Why didn't I know about these years ago?


----------



## Andy M. (Nov 5, 2013)

They are really delicious.


----------



## taxlady (Nov 5, 2013)

So MC, what is the difference between sultanas and golden raisins? I tried Googling but the terms seem to be used interchangeably.


----------



## Dawgluver (Nov 5, 2013)

Cool.  I always thought they were interchangeable too.


----------



## Oldvine (Nov 5, 2013)

Sultanas and Thompson seedless (close relatives) makes golden raisins here where I live.  Melissa grapes make big fat golden raisins.  Add a little age, and they get can darker.   There's also a dark Thompson seedless.  All are tasty fresh off the vine or dried to a raisin.


----------



## Kayelle (Nov 5, 2013)

I love them too and don't like black raisins at all. Then again I love white wine and don't like red wine so it makes sense I guess. When ever raisins are called for I always use golden. I especially like them at this time of year in my holiday dressing along with dried cranberries.


----------



## CharlieD (Nov 5, 2013)

Oh, yeah, golden raisins is my number one choice.


----------



## Kayelle (Nov 6, 2013)

I also love them in my rice pilaf... 

Half cup of jasmine rice, half cup of orzo, browned in butter and oil.   I add sliced shallots, chopped mushrooms to the saute', and then a  handful of golden raisins,  with two cups of rich chicken broth and one  tablespoon of curry powder.  Simmered for 15 min on low, fluffed, and  add some toasted slivered almonds to the mix.  Very tasty.


----------



## Mad Cook (Nov 6, 2013)

taxlady said:


> So MC, what is the difference between sultanas and golden raisins? I tried Googling but the terms seem to be used interchangeably.

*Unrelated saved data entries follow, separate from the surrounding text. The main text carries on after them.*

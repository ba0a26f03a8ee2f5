/**
 * Validates a request's params, query and body with zod schemas; the parsed values go to
 * `res.locals.params`, `res.locals.query`, `res.locals.body`. A failure is a 400 naming each
 * field and its rule. Objects should be `z.strictObject` so unknown fields are refused.
 */
import type { RequestHandler } from 'express';
import { z } from 'zod';
import { ApiError, zodDetails } from './errors.js';

interface Schemas {
  params?: z.ZodType;
  query?: z.ZodType;
  body?: z.ZodType;
}

export function validate(schemas: Schemas): RequestHandler {
  return (req, res, next) => {
    const details = [];
    for (const part of ['params', 'query', 'body'] as const) {
      const schema = schemas[part];
      if (!schema) continue;
      const input = part === 'body' ? (req.body ?? {}) : req[part];
      const r = schema.safeParse(input);
      if (r.success) res.locals[part] = r.data;
      else details.push(...zodDetails(r.error, part));
    }
    if (details.length) {
      next(ApiError.badRequest(details.map((d) => `${d.path}: ${d.message}`).join('; '), details));
      return;
    }
    next();
  };
}

/**
 * A positive whole-number id sent as text (path parameter, query or form field): digits only,
 * so " 1", "0x10", "1e3" or "1.0" are refused rather than read as some other id.
 */
export function idText(name: string) {
  return z
    .string({ error: `${name} must be a number` })
    .superRefine((s, ctx) => {
      if (/^\d{1,16}$/.test(s)) return;
      const numeric = /^\s*[-+]?(\d+\.?\d*|\.\d+)(e[-+]?\d+)?\s*$/i.test(s);
      ctx.addIssue({ code: 'custom', message: numeric ? `${name} must be a positive whole number written in digits` : `${name} must be a number` });
    })
    .transform(Number)
    .pipe(z.number().int(`${name} must be a whole number`).positive(`${name} must be a positive id`).max(Number.MAX_SAFE_INTEGER, `${name} is too large`));
}

/** Path parameters that are positive integer ids, e.g. `idParams('projectId')`. */
export function idParams<K extends string>(...names: K[]) {
  const shape = {} as Record<K, ReturnType<typeof idText>>;
  for (const n of names) shape[n] = idText(n);
  return z.object(shape);
}
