/** The API's typed error and the one error handler that turns every error into the envelope
 *  `{ error: { code, message, details } }` with the right status. */
import type { ErrorRequestHandler, RequestHandler } from 'express';
import { ZodError } from 'zod';

export interface ErrorDetail {
  path: string;
  message: string;
}

export class ApiError extends Error {
  constructor(
    readonly status: number,
    readonly code: string,
    message: string,
    readonly details?: ErrorDetail[],
    /** Response headers to send with the error (e.g. Retry-After). */
    readonly headers?: Record<string, string>,
  ) {
    super(message);
    this.name = 'ApiError';
  }
  static badRequest(message: string, details?: ErrorDetail[]) {
    return new ApiError(400, 'validation_failed', message, details);
  }
  static unauthenticated(message = 'sign in first') {
    return new ApiError(401, 'unauthenticated', message);
  }
  static forbidden(message = 'your roles do not allow this action', code = 'forbidden') {
    return new ApiError(403, code, message);
  }
  static notFound(what = 'resource') {
    return new ApiError(404, 'not_found', `${what} not found`);
  }
  static conflict(message: string, details?: ErrorDetail[]) {
    return new ApiError(409, 'conflict', message, details);
  }
}

export function zodDetails(err: ZodError, prefix: string): ErrorDetail[] {
  return err.issues.map((i) => {
    const path = [prefix, ...i.path.map(String)].filter(Boolean).join('.');
    let message = i.message;
    if (i.code === 'unrecognized_keys') message = `unknown field(s): ${i.keys.join(', ')}`;
    return { path, message };
  });
}

export const notFoundHandler: RequestHandler = (req, _res, next) => {
  next(new ApiError(404, 'not_found', `no API route ${req.method} ${req.path}`));
};

export function errorHandler(log: (msg: string) => void): ErrorRequestHandler {
  return (err, _req, res, _next) => {
    if (res.headersSent) return;
    if (err instanceof ApiError) {
      if (err.headers) res.set(err.headers);
      res.status(err.status).json({ error: { code: err.code, message: err.message, details: err.details ?? [] } });
      return;
    }
    if (err instanceof ZodError) {
      const details = zodDetails(err, '');
      res.status(400).json({ error: { code: 'validation_failed', message: details.map((d) => `${d.path}: ${d.message}`).join('; '), details } });
      return;
    }
    const e = err as { status?: number; statusCode?: number; type?: string; message?: string };
    const status = e.status ?? e.statusCode;
    if (e.type === 'entity.parse.failed') {
      res.status(400).json({ error: { code: 'bad_json', message: 'the request body is not valid JSON', details: [] } });
      return;
    }
    if (e.type === 'entity.too.large' || status === 413) {
      res.status(413).json({ error: { code: 'payload_too_large', message: 'the request body is too large', details: [] } });
      return;
    }
    if (typeof status === 'number' && status >= 400 && status < 500) {
      res.status(status).json({ error: { code: 'bad_request', message: e.message ?? 'bad request', details: [] } });
      return;
    }
    log(`internal error: ${err instanceof Error ? (err.stack ?? err.message) : String(err)}`);
    res.status(500).json({ error: { code: 'internal', message: 'something went wrong on the server; the request was not completed', details: [] } });
  };
}
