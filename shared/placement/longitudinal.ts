/**
 * The governing position of one vehicle along a piecewise-linear line: exact.
 *
 * Units: x in m; line ordinates in response per unit downward force (any response unit);
 * axle weights in N; the result is in response units (ordinate × N).
 *
 * The line is linear between its stations and zero beyond the deck's length [xMin, xMax].
 * Where its end ordinates are not zero, it falls to zero over a ramp of RAMP m just beyond
 * the end, so that the line is continuous everywhere; an axle on the ramp is off the deck and
 * its true share is zero, so the ramp can change the largest effect by at most
 * (axle weight) × (end ordinate) at a position 1 µm from one where the true value is reached.
 *
 * Why the search is exact. Fix the direction of travel. The effect
 *   F(xf, s) = Σ_a W_a · ℓ(xf − d·p_a(s)),
 * with xf the front axle's x, s the variable spacing in [sMin, sMax] and p_a(s) the axle
 * positions behind the front axle, is linear on every cell of the arrangement of the lines
 * "axle a at station x_j" in the (xf, s) plane: for the axles ahead of the variable gap these
 * are lines xf = const, for the axles behind it lines xf − d·s = const. The legal domain
 * (s in [sMin, sMax], at least one axle on the deck) is bounded by lines of the same
 * arrangement (the deck's ends are stations) and by s = sMin, s = sMax. A linear function on
 * a bounded polygon is largest at a vertex, and every vertex lies on
 *  (A) a line xf = x_j + d·p_a (an axle ahead of the gap at a station), or
 *  (B) the intersection of a line of an axle behind the gap with s = sMin or s = sMax.
 * On each line (A) the effect is a function of s alone, maximised exactly: for one axle
 * behind the gap it is that axle's weight times the largest ordinate over the interval its
 * position sweeps (an end of the interval or a station inside it); for several axles behind
 * the gap every s at which one of them meets a station is tried, with both bounds.
 * Every candidate (A) and (B) is evaluated, so the largest of them is the largest effect.
 * A vehicle without a variable spacing is the case of case (A) alone.
 *
 * Axles that do not contribute are neglected (Art. 3.6.1.3.1: "axles that do not contribute
 * to the extreme force effect under consideration shall be neglected"): each axle counts
 * W·max(0, ℓ). The positive part is again piecewise linear, with extra breakpoints where ℓ
 * crosses zero; those crossings join the stations in (A) and (B), and the largest positive
 * part over an interval is the positive part of the largest ordinate, so the argument above
 * holds unchanged. `countAdverse: true` counts every axle as it is instead.
 */
import type { Vehicle } from '../loads/vehicles.js';
import { PlacementError } from './rules.js';
import { bestTwoGroupsOnLine } from './twoGroups.js';

/** Width of the ramp to zero beyond a non-zero end ordinate, m. */
export const RAMP = 1e-6;

/** A line ready for the search: stations (with any end ramps), ordinates, and a fast locator. */
export interface StationLine {
  xs: Float64Array;
  values: Float64Array;
  /** The deck's length, m: legal vehicles have at least one axle in [xMin, xMax]. */
  xMin: number;
  xMax: number;
  /** Bucket index for O(1) location. */
  bucketStart: Int32Array;
  bucketOrigin: number;
  bucketWidth: number;
}

/**
 * Prepare a line from stations xs (m, strictly increasing) and ordinates, zero beyond
 * [xs[0], xs[n−1]] (the deck's length).
 */
export function stationLine(xs: ArrayLike<number>, values: ArrayLike<number>): StationLine {
  const n = xs.length;
  if (n < 2 || values.length !== n) throw new PlacementError([{ path: ['line'], message: 'a line needs at least two stations and one ordinate per station' }]);
  for (let i = 0; i < n; i++) {
    if (!Number.isFinite(xs[i]) || !Number.isFinite(values[i])) throw new PlacementError([{ path: ['line', i], message: 'stations and ordinates must be finite' }]);
    if (i > 0 && !(xs[i] > xs[i - 1])) throw new PlacementError([{ path: ['line', 'xs', i], message: 'stations must increase strictly' }]);
  }
  const xMin = xs[0];
  const xMax = xs[n - 1];
  const rampL = values[0] !== 0;
  const rampR = values[n - 1] !== 0;
  const m = n + (rampL ? 1 : 0) + (rampR ? 1 : 0);
  const X = new Float64Array(m);
  const V = new Float64Array(m);
  let k = 0;
  if (rampL) {
    X[k] = xMin - RAMP;
    V[k++] = 0;
  }
  for (let i = 0; i < n; i++) {
    X[k] = xs[i];
    V[k++] = values[i];
  }
  if (rampR) {
    X[k] = xMax + RAMP;
    V[k++] = 0;
  }
  return withLocator(X, V, xMin, xMax);
}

Yes, that's what I thought before I bought the golden raisins. I don't know if you have sultanas as I haven't come across them in recipes. They're not as raisin-y flavoured as normal raisins (IYKWIM) and a lighter brown in colour but really they tend to be used interchangeable in baking by most people. I prefer them to raisins if I'm putting them on my breakfast cereal though.

The golden raisins are a revelation, though. I'll be using them a lot. They are yummy on porridge


----------



## Mad Cook (Nov 6, 2013)

Kayelle said:


> I also love them in my rice pilaf...
> 
> Half cup of jasmine rice, half cup of orzo, browned in butter and oil. I add sliced shallots, chopped mushrooms to the saute', and then a handful of golden raisins, with two cups of rich chicken broth and one tablespoon of curry powder. Simmered for 15 min on low, fluffed, and add some toasted slivered almonds to the mix. Very tasty.


Ooh, I'll be trying this (if I've any GRs left by the time I stop dipping into the jar every time I pass it) Note to self - buy orzo next time I'm shopping


----------



## Mad Cook (Nov 6, 2013)

Oldvine said:


> Sultanas and Thompson seedless (close relatives) makes golden raisins here where I live. Melissa grapes make big fat golden raisins. Add a little age, and they get can darker. There's also a dark Thompson seedless. All are tasty fresh off the vine or dried to a raisin.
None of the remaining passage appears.